[[ Given records open ]]
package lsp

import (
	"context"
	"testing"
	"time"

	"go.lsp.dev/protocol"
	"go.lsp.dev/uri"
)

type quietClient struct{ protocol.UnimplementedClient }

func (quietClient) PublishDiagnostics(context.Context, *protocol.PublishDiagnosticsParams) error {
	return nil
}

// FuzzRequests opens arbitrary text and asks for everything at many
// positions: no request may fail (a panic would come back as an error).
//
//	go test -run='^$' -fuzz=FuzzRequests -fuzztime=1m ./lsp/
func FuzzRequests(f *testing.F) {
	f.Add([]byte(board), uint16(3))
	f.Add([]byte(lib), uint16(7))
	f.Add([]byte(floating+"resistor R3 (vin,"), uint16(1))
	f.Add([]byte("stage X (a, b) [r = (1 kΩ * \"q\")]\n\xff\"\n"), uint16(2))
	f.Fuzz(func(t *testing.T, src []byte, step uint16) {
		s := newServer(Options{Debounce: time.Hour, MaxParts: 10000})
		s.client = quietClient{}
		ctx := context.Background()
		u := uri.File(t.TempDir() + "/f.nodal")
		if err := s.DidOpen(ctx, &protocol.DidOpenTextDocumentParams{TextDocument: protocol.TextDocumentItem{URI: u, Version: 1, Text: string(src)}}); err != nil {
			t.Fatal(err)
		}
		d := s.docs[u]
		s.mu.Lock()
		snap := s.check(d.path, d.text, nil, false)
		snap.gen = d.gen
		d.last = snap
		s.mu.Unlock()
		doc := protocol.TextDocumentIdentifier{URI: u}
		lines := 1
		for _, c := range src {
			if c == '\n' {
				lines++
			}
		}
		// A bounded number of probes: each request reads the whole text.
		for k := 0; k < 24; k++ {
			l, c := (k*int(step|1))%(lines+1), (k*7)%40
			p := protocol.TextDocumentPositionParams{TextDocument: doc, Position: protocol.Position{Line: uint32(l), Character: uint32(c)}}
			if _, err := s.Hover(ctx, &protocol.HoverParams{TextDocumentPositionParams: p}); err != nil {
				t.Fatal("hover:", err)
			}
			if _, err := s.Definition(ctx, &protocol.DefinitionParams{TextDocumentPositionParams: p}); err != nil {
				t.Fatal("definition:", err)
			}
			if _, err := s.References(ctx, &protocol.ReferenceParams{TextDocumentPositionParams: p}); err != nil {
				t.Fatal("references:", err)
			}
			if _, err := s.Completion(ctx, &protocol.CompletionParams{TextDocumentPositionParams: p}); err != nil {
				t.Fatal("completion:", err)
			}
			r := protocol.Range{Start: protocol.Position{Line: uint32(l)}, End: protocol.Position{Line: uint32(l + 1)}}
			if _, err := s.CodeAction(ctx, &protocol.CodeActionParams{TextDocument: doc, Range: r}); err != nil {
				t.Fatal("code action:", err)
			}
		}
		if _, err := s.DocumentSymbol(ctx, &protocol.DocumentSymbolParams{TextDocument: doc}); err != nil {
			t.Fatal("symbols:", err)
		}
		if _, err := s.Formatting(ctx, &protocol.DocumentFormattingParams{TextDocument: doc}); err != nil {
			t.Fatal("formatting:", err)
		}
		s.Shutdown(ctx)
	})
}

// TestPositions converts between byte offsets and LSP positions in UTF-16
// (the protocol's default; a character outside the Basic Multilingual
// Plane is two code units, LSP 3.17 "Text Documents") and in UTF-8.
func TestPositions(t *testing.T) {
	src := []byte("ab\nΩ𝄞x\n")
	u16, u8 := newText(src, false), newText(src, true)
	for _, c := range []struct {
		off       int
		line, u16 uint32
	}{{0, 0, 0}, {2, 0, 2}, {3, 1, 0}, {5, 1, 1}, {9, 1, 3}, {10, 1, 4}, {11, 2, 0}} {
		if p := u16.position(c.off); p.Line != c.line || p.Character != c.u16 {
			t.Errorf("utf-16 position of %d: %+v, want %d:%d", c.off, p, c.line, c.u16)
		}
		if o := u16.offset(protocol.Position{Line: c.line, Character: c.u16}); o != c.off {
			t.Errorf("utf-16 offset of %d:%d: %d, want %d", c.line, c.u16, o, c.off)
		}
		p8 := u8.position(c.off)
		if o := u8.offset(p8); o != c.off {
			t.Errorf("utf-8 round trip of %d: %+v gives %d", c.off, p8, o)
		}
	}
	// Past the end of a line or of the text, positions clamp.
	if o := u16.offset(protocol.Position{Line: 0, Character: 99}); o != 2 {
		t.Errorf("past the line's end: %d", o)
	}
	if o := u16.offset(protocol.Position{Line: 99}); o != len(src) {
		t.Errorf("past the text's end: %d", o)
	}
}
[[ Given records closed ]]
[[ Given records open ]]
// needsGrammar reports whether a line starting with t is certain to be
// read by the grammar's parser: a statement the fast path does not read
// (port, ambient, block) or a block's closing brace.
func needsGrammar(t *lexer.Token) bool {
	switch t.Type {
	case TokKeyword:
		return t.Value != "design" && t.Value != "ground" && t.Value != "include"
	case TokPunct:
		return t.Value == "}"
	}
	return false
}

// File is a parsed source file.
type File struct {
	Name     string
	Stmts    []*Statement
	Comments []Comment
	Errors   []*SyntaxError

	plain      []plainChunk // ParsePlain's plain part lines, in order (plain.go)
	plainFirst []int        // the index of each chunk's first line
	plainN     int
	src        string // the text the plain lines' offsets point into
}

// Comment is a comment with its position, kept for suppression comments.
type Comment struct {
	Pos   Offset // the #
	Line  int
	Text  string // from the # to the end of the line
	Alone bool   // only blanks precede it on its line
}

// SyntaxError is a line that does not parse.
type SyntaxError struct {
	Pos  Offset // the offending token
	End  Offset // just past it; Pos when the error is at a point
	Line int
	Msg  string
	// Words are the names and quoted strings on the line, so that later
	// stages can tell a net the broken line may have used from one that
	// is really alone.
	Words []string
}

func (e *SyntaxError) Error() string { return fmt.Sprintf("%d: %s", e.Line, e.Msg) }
[[ Given records closed ]]
[[ Given records open ]]
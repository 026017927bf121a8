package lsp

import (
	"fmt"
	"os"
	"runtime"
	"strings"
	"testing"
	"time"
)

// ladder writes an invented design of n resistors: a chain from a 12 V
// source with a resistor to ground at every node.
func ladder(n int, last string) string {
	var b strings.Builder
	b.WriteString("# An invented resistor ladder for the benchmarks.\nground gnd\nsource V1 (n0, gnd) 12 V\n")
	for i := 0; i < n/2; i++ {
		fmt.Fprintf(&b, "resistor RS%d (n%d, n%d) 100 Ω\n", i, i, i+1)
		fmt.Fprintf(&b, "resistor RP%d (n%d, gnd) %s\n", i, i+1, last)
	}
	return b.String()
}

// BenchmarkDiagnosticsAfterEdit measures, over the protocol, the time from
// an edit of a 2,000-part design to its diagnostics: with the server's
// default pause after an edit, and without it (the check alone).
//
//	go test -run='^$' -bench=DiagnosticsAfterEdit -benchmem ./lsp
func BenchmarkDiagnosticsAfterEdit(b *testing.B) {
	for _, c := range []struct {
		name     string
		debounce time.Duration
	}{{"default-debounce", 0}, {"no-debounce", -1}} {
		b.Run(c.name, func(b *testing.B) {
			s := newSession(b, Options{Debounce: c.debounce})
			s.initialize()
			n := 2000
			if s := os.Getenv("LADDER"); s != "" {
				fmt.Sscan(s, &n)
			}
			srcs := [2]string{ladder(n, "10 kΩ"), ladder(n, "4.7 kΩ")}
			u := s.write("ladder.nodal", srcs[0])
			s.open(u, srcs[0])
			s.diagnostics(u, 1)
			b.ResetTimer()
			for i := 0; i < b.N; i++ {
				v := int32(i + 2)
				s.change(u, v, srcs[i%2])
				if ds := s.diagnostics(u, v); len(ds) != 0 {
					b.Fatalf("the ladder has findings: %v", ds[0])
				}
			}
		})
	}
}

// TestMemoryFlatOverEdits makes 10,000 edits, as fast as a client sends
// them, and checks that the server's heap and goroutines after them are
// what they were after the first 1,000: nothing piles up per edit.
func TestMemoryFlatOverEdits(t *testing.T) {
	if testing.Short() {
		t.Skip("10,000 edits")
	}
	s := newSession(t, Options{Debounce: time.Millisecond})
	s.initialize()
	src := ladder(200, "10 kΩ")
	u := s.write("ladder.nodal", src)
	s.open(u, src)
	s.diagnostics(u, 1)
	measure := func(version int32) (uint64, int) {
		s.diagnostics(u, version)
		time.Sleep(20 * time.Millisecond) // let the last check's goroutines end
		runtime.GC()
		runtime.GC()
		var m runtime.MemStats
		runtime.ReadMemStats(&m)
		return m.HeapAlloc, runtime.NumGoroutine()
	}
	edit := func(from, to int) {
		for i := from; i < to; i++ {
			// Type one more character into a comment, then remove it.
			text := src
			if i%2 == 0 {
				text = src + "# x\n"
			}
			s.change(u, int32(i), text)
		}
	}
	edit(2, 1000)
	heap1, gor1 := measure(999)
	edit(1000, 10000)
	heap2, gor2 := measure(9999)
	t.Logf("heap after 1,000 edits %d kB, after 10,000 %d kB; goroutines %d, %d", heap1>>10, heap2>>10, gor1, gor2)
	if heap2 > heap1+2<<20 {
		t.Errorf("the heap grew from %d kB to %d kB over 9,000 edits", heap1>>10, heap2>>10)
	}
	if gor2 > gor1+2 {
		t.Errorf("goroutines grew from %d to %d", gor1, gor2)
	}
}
[[ Given records closed ]]
(Task description) Within the material above, find the lines that contain the word "first"; copy them.

(Exercise solution)
	plainFirst []int        // the index of each chunk's first line
// what they were after the first 1,000: nothing piles up per edit.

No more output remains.